Reading a statement from him, Emily's mother Caroline and sister, Hannah, he said: "These last five weeks have been all about finding justice for Emily and that has been done today.

"Caroline, Hannah and I have been in limbo for the last year.

"What we have heard has shocked and disgusted us.

"That a man so evil can treat a gentle, loving girl like Emily so violently is beyond belief.

"Emily was a strong willed girl who at times could be challenging to a parent.

"She was also a loving, caring and beautiful girl who lived to have fun and she loved life.

"She came to England to study and we are proud of the fact she had come half way around the world to make a better life for herself.

"That is the life that Turner decided to end.

"We heard from Turner's defence that he was a bullsh****r and even his mum didn't take his texts to her saying he wanted to break Emily's f***ing neck seriously.

"Perhaps if someone had taken those threats seriously Emily would still be with us today.

"Turner has caused deep, deep sorrow in two countries on opposite sides of the world.

"Emily's family have lost their daughter and we have a deep hole where she once was.

"We are facing a future without our beautiful young girl and it's a daunting thing but that's something we will concentrate on.

"Turner took our daughter when she was on the cusp of adulthood and we still love her very much."

He added: "I personally hope Turner suffers every day in prison for what he has done."

Caroline said: "Turner has shown no remorse and it proves that Emily was just a trophy to be adorned on his arm.
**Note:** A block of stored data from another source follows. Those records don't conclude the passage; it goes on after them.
/* RFC 4180 fields: quoted fields hold commas and doubled quotes (section 2, rules 6 and 7);
 * spaces inside quotes are part of the field (rule 4); a header cell may be quoted too. */
START_TEST(test_manifest_quoted)
{
    const char *text =
        "\"file\",\"density_cm^-3\",era\n"
        "\"a,b.csv\",3e13,tail\n"
        "\"say \"\"hi\"\".csv\" , 4e13 ,\"burst\"\r\n"
        "\" sp ace.csv \",5e13\n"
        "\"\"\"\",6e13\n"
        "plain.csv,\"7e13\"\n"
        "\"x.csv\",\"8e13\",\"\"\n";
    cs_series *s = NULL;
    cs_error err;
    cs_error_clear(&err);
    ck_assert_msg(cs_series_manifest_parse(text, "m.csv", "/d", &s, &err) == CS_OK, "%s", err.msg);
    ck_assert_uint_eq(s->n, 6);
    ck_assert_str_eq(s->e[0].file, "a,b.csv");
    ck_assert_str_eq(s->e[0].path, "/d/a,b.csv");
    ck_assert_int_eq(s->e[0].era, CS_SPLIT_TAIL);
    ck_assert_str_eq(s->e[1].file, "say \"hi\".csv");
    ck_assert_int_eq(s->e[1].era, CS_SPLIT_BURST);
    ck_assert(tu_close(s->e[1].density_m3, 4e19, 1e-12));
    ck_assert_str_eq(s->e[2].file, " sp ace.csv ");
    ck_assert_str_eq(s->e[3].file, "\"");
    ck_assert_str_eq(s->e[4].file, "plain.csv");
    ck_assert(tu_close(s->e[4].density_m3, 7e19, 1e-12));
    ck_assert_str_eq(s->e[5].file, "x.csv");
    ck_assert_int_eq(s->e[5].era, -1);   /* "" is an empty cell: not given */
    ck_assert_int_eq(s->e[2].line, 4);
    cs_series_free(s);

    /* the message of a quote that is not closed names its line and the byte offset of the quote
       in the manifest (common practice: point at where the problem starts) */
    cs_error_clear(&err);
    s = NULL;
    ck_assert_int_eq(cs_series_manifest_parse("file,density_cm^-3\nok.csv,1e13\nb.csv,\"2e13\n", "m.csv", NULL,
                                              &s, &err), CS_EFORMAT);
    ck_assert_ptr_null(s);
    ck_assert_int_eq(err.line, 3);
    ck_assert_int_eq(err.offset, 19 + 12 + 6);
    ck_assert_msg(strstr(err.msg, "field 2") && strstr(err.msg, "column 7"), "%s", err.msg);
}
END_TEST

/* Regressions never weigh a point whose error is undefined (common practice: a weighted
 * least-squares point has weight 1/sigma^2, which does not exist without sigma): it is left
 * out and counted; a fit of the two other points has dof 0 and an undefined chi2/dof. */
START_TEST(test_regress_undefined_error)
{
    cs_series *s = NULL;
    cs_error err;
    ck_assert_int_eq(cs_series_manifest_parse("file,density_cm^-3\na,1e13\nb,2e13\nc,3e13\n", "m", NULL, &s, &err),
                     CS_OK);
    for (size_t i = 0; i < 3; i++) {
        cs_series_entry *e = &s->e[i];
        e->status = CS_SERIES_OK;
        e->density_used_m3 = e->density_m3;
        for (int k = 0; k < CS_SPLIT_NERA; k++) {
            cs_series_line *l = &e->era_line[k];
            l->ok = 1;
            l->center_hz = 1e9 + 100.0 * (double)i;
            l->center_hz_err = 1.0;
            l->shift_hz = l->shift_hz_err = NAN;
            l->fwhm_hz = 1e6 + 10.0 * (double)i;
            l->fwhm_hz_err = i == 1 ? NAN : 2.0;   /* the middle point: error undefined */
            l->area = l->area_err = NAN;
        }
    }
    cs_series_regression reg[CS_SPLIT_NERA * CS_SERIES_NQ];
    ck_assert_int_eq(cs_series_regress(s, 0, reg), CS_OK);
    for (int k = 0; k < CS_SPLIT_NERA; k++) {
        const cs_series_regression *rc_ = &reg[k * CS_SERIES_NQ + CS_SERIES_Q_CENTER];
        const cs_series_regression *rw = &reg[k * CS_SERIES_NQ + CS_SERIES_Q_FWHM];
        ck_assert_uint_eq(rc_->fit.n, 3);
        ck_assert_uint_eq(rc_->left_out, 0);
        ck_assert_int_eq(rw->status, CS_OK);
        ck_assert_uint_eq(rw->fit.n, 2);
        ck_assert_uint_eq(rw->left_out, 1);
        ck_assert_uint_eq(rw->fit.dof, 0);
        ck_assert(isnan(rw->fit.redchi2));
        /* two points: the line through them, 10 Hz per 1e13 cm^-3 */
        ck_assert(tu_close(rw->fit.slope, 10.0 / 1e13, 1e-9));
    }
    cs_series_free(s);
}
END_TEST

/* Spectra whose fits end at a bound or with a singular covariance: the era lines say so. A
 * Gaussian line fitted by a pseudo-Voigt has its best eta at 0, the lower end of [0, 1] (the
 * pseudo-Voigt is eta L + (1 - eta) G; common practice); two identical Lorentzians fitted to one
 * noise-free Lorentzian share its area in any proportion (singular covariance; common practice). */
static double lorentz(double x, double c, double w, double a);

static const char *write_line(const char *name, int gauss, double floor_ripple)
{
    size_t n = 600;
    cs_spectrum *sp = cs_spectrum_alloc(n, 1);
    ck_assert_ptr_nonnull(sp);
    for (size_t i = 0; i < n; i++) {
        double x = 0.7e9 + 1e6 * (double)i, u = x - 1e9, w = 30e6;
        double sg = w / 2.3548200450309493;
        double y = gauss ? 1e7 / (sg * sqrt(2 * 3.14159265358979323846)) * exp(-u * u / (2 * sg * sg))
                         : lorentz(x, 1e9, w, 1e7);
        sp->freq_hz[i] = x;
        sp->y[i] = y + floor_ripple * (1.0 + sin(0.77 * (double)i));
        sp->sigma[i] = 0.001;
    }
    const char *path = tu_tmp_path(name);
    cs_error err;
    ck_assert_int_eq(cs_io_text_write_spectrum(path, sp, &err), CS_OK);
    cs_spectrum_free(sp);
    return path;
}

START_TEST(test_fit_status_entries)
{
    write_line("fs_gauss.csv", 1, 0.001);
    write_line("fs_single.csv", 0, 0.0);
    const char *m = tu_write_text("fs_manifest.csv", "file,density_cm^-3\nfs_gauss.csv,1e13\n");
    cs_series *s = NULL;
    cs_error err;
    ck_assert_int_eq(cs_series_manifest_load(m, &s, &err), CS_OK);
    cs_series_params p;
    cs_series_params_default(&p);
    p.model = "pvoigt";
    p.baseline = CS_BASELINE_CONST;
    ck_assert_int_eq(cs_series_run(s, &p, &err), CS_OK);
    const cs_series_line *t = &s->e[0].era_line[CS_SPLIT_TAIL];
    ck_assert(t->ok);
    ck_assert_uint_eq(t->nfits, 1);
    ck_assert_int_eq(t->fit_status, CS_FIT_CONVERGED);
    ck_assert_str_eq(t->at_bound, "1.eta:lower");
    ck_assert_uint_eq(s->e[0].era_line[CS_SPLIT_BURST].nfits, 0);   /* one component: no burst era */
    cs_series_free(s);

    m = tu_write_text("fs_manifest2.csv", "file,density_cm^-3\nfs_single.csv,1e13\nnot_there.csv,2e13\n");
    ck_assert_int_eq(cs_series_manifest_load(m, &s, &err), CS_OK);
    p.model = "lorentz+lorentz";
    ck_assert_int_eq(cs_series_run(s, &p, &err), CS_ENOCONV);
    ck_assert_int_eq(s->e[0].status, CS_SERIES_FAILED);
    for (int k = 0; k < CS_SPLIT_NERA; k++) {
        const cs_series_line *l = &s->e[0].era_line[k];
        ck_assert(!l->ok && isnan(l->center_hz));
        ck_assert_uint_eq(l->nfits, 1);
        ck_assert_int_eq(l->fit_status, CS_FIT_SINGULAR);
        ck_assert_uint_eq(s->e[1].era_line[k].nfits, 0);   /* no file: no fit */
    }
    ck_assert_msg(strstr(s->e[0].message, "singular covariance"), "%s", s->e[0].message);
    cs_series_free(s);
}
END_TEST

START_TEST(test_manifest_load_missing)
{
    cs_series *s = NULL;
    cs_error err;
    ck_assert_int_eq(cs_series_manifest_load("/nonexistent/manifest.csv", &s, &err), CS_EIO);
    ck_assert_ptr_null(s);
}
END_TEST

/* ---- a synthetic campaign ----------------------------------------------------------------- */

/* Truth: centres and FWHM linear in density N (cm^-3). */
#define REF_HZ 1.0e9
static const double slope_c[2] = {-3.0e-6, -1.0e-6};     /* burst (broad), tail (narrow); Hz cm^3 */
static const double slope_w[2] = {2.0e-6, 0.5e-6};
static const double w0[2] = {200e6, 20e6};
static const double area[2] = {5e7, 1e7};
#define NOISE 0.004
#define NSPEC 6

static double lorentz(double x, double c, double w, double a)
{
    double h = w / 2;
    return a / 3.14159265358979323846 * h / ((x - c) * (x - c) + h * h);
}

/* Write NSPEC spectra and a manifest (plus extra rows); returns the manifest's path. */
static const char *make_campaign(const char *tag, const char *extra_rows)
{
    gsl_rng *rng = gsl_rng_alloc(gsl_rng_mt19937);
    gsl_rng_set(rng, 12345);
    static char mtext[4096];
    size_t off = (size_t)snprintf(mtext, sizeof mtext, "file,density_cm^-3\n");
    const char *dir = NULL;
    for (int k = 0; k < NSPEC; k++) {
        double N = 1e13 * (1 + k);
        size_t n = 2001;
        cs_spectrum *sp = cs_spectrum_alloc(n, 1);
        ck_assert_ptr_nonnull(sp);
        for (size_t i = 0; i < n; i++) {
            double x = 0.5e9 + 0.5e6 * (double)i;
            double v = 0.01;
            for (int e = 0; e < 2; e++)
                v += lorentz(x, REF_HZ + slope_c[e] * N, w0[e] + slope_w[e] * N, area[e]);
            sp->freq_hz[i] = x;
            sp->y[i] = v + gsl_ran_gaussian(rng, NOISE);
            sp->sigma[i] = NOISE;
        }
        ck_assert_int_eq(cs_meta_set_si(&sp->meta, "reference", REF_HZ, CS_DIM_FREQUENCY), CS_OK);
        char name[64];
        snprintf(name, sizeof name, "%s_%d.csv", tag, k);
        const char *path = tu_tmp_path(name);
        cs_error err;
        ck_assert_int_eq(cs_io_text_write_spectrum(path, sp, &err), CS_OK);
        cs_spectrum_free(sp);
        dir = path;
        off += (size_t)snprintf(mtext + off, sizeof mtext - off, "%s,%g\n", name, N);
    }
    (void)dir;
    if (extra_rows)
        snprintf(mtext + off, sizeof mtext - off, "%s", extra_rows);
    gsl_rng_free(rng);
    char mname[64];
    snprintf(mname, sizeof mname, "%s_manifest.csv", tag);
    return tu_write_text(mname, mtext);
}
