int cs_fit_impl_reserve(cs_fit_workspace *w, size_t n, size_t np)
{
    if (n < 1)
        n = 1;
    if (np < 1)
        np = 1;
    if (w->x && n <= w->nmax && np <= w->pmax)
        return CS_OK;
    size_t nn = n > w->nmax ? n : w->nmax, pp = np > w->pmax ? np : w->pmax;
    if (nn > ((size_t)-1) / sizeof(double) / pp || pp > ((size_t)-1) / sizeof(double) / pp)
        return CS_ENOMEM;
    ws_release(w);
    double **vn[] = {&w->x, &w->y, &w->sig, &w->ysim, &w->sw, &w->mval, &w->dfac, &w->res,
                     &w->work, &w->mfit, &w->efit};
    double **vp[] = {&w->tiefac, &w->tie_fac, &w->scale, &w->pbase, &w->p, &w->theta,
                     &w->thcache, &w->dpdt, &w->colnorm, &w->nrm, &w->und, &w->pwork, &w->pstart,
                     &w->psol, &w->ptry, &w->pbest, &w->prep, &w->acc_mean, &w->acc_m2, &w->ppre};
    int bad = 0;
    for (size_t i = 0; i < sizeof vn / sizeof vn[0]; i++)
        bad |= !(*vn[i] = malloc(nn * sizeof(double)));
    for (size_t i = 0; i < sizeof vp / sizeof vp[0]; i++)
        bad |= !(*vp[i] = malloc(pp * sizeof(double)));
    bad |= !(w->Jfull = malloc(nn * pp * sizeof(double)));
    bad |= !(w->Jc = malloc((nn + 16) * pp * sizeof(double))); /* FIT_JC_LD(nn) <= nn + 15 */
    bad |= !(w->cwork = malloc(pp * pp * sizeof(double)));
    bad |= !(w->gram = malloc(pp * pp * sizeof(double)));
    bad |= !(w->cfree = malloc(pp * pp * sizeof(double)));
    bad |= !(w->jtj = malloc(pp * pp * sizeof(double)));
    bad |= !(w->keep = malloc(pp * sizeof *w->keep));
    bad |= !(w->fr = malloc(pp * sizeof *w->fr));
    bad |= !(w->freeof = malloc(pp * sizeof *w->freeof));
    bad |= !(w->tie_idx = malloc(pp * sizeof *w->tie_idx));
    bad |= !(w->act = malloc(pp * sizeof *w->act));
    if (bad) {
        ws_release(w);
        return CS_ENOMEM;
    }
    w->nmax = nn;
    w->pmax = pp;
    return CS_OK;
}

cs_fit_workspace *cs_fit_alloc(size_t nmax, size_t pmax)
{
    gsl_set_error_handler_off();
    cs_fit_workspace *w = calloc(1, sizeof *w);
    if (!w)
        return NULL;
    w->rng = gsl_rng_alloc(gsl_rng_mt19937);
    if (!w->rng || cs_fit_impl_reserve(w, nmax, pmax) != CS_OK) {
        cs_fit_free(w);
        return NULL;
    }
    return w;
}

void cs_fit_free(cs_fit_workspace *w)
{
    if (!w)
        return;
    ws_release(w);
    if (w->gw)
        gsl_multifit_nlinear_free(w->gw);
    if (w->rng)
        gsl_rng_free(w->rng);
    free(w);
}

/* ---------------------------------------------------------------- set-up */

/* Typical sizes of all parameters (see the essay). */
static void setup_scales(cs_fit_workspace *w, const cs_model *m, const double *p)
{
    const size_t n = w->n;
    double xmin = w->x[0], xmax = w->x[0], ymax = 0.0;
    for (size_t i = 0; i < n; i++) {
        if (w->x[i] < xmin)
            xmin = w->x[i];
        if (w->x[i] > xmax)
            xmax = w->x[i];
        if (fabs(w->y[i]) > ymax)
            ymax = fabs(w->y[i]);
    }
    double span = xmax - xmin;
    if (!(span > 0.0))
        span = fabs(xmax) > 0.0 ? 1e-6 * fabs(xmax) : 1.0;
    if (!(ymax > 0.0))
        ymax = 1.0;
    double h = fmax(fabs(xmin - m->x_ref), fabs(xmax - m->x_ref));
    if (!(h > 0.0) || !isfinite(h))
        h = span;
    for (size_t i = 0; i < m->nparams; i++)
        w->scale[i] = fmax(fabs(p[i]), 1.0);
    for (size_t c = 0; c < m->ncomp; c++) {
        const cs_model_component *mc = &m->comp[c];
        size_t npc = mc->type->nparams;
        double wid = 0.0;
        for (size_t k = 1; k < npc; k++)
            if (m->par[mc->first + k].kind == CS_PARAM_FREQUENCY)
                wid = fmax(wid, fabs(p[mc->first + k]));
        if (!(wid > 0.0) || !isfinite(wid))
            wid = span / 10.0;
        for (size_t k = 0; k < npc; k++) {
            size_t i = mc->first + k;
            double a = fabs(p[i]);
            if (k == CS_PROFILE_CENTER)
                w->scale[i] = wid;
            else if (m->par[i].kind == CS_PARAM_FREQUENCY)
                w->scale[i] = a > 0.0 ? a : wid;
            else if (m->par[i].kind == CS_PARAM_AREA)
                w->scale[i] = a > 0.0 ? a : ymax * wid;
            else
                w->scale[i] = fmax(a, 1.0);
        }
    }
    for (size_t i = m->base_first; i < m->nparams; i++) {
        const char *name = strchr(m->par[i].name, '.');
        name = name ? name + 1 : m->par[i].name;
        double a = fabs(p[i]);
        if (name[0] == 'c' && name[1] >= '0' && name[1] <= '9')
            w->scale[i] = fmax(a, ymax / pow(h, (double)(name[1] - '0')));
        else if (strcmp(name, "amp") == 0)
            w->scale[i] = fmax(a, ymax);
        else if (strcmp(name, "rate") == 0)
            w->scale[i] = fmax(a, 1.0 / h);
        else
            w->scale[i] = fmax(a, 1.0);
    }
    for (size_t i = 0; i < m->nparams; i++)
        if (!(w->scale[i] > 0.0) || !isfinite(w->scale[i]))
            w->scale[i] = 1.0;
}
"I think his parents were put in a very difficult position and they were obviously manipulated by him.

"There comes a line that you do not cross and they over stepped that line. They have been punished for it."

In an earlier interview with the BBC she revealed Emily had texted her about Turner's 'controlling, threatening behaviour' just hours before she was killed.

She said: "I said to her if his behaviour is like this already it's only going to get worse.

"We left it at that and then, three hours later, she was dead."

She added: "She died, basically alone in that room.

"We've heard how he did whatever he did to her and then walked away and left her.

"Her hair was like a halo around her. I will always remember Emily as a radiating angel, she's just my angel."

EMILY'S HISTORY

Emily was born in Britain but her family emigrated to New Zealand when she was nine and she was raised in Auckland.

She had returned to live with her grandparents in Bournemouth, to study for a business national diploma at Brockenhurst College, Hants, and worked part-time at Top Shop in Bournemouth.

She was also signed up to a modelling agency and had appeared on the front page of a magazine in New Zealand.

The court heard Turner had received a harassment warning letter from the police to do with ex-girlfriend Sophie Latimer-Sayers and had tried to break into the home of another ex, Laura Niven.

While seeing Emily, Turner went to clubs and bars with his rich friends, who called themselves 'The Firm,' to pick up and sleep with other girls.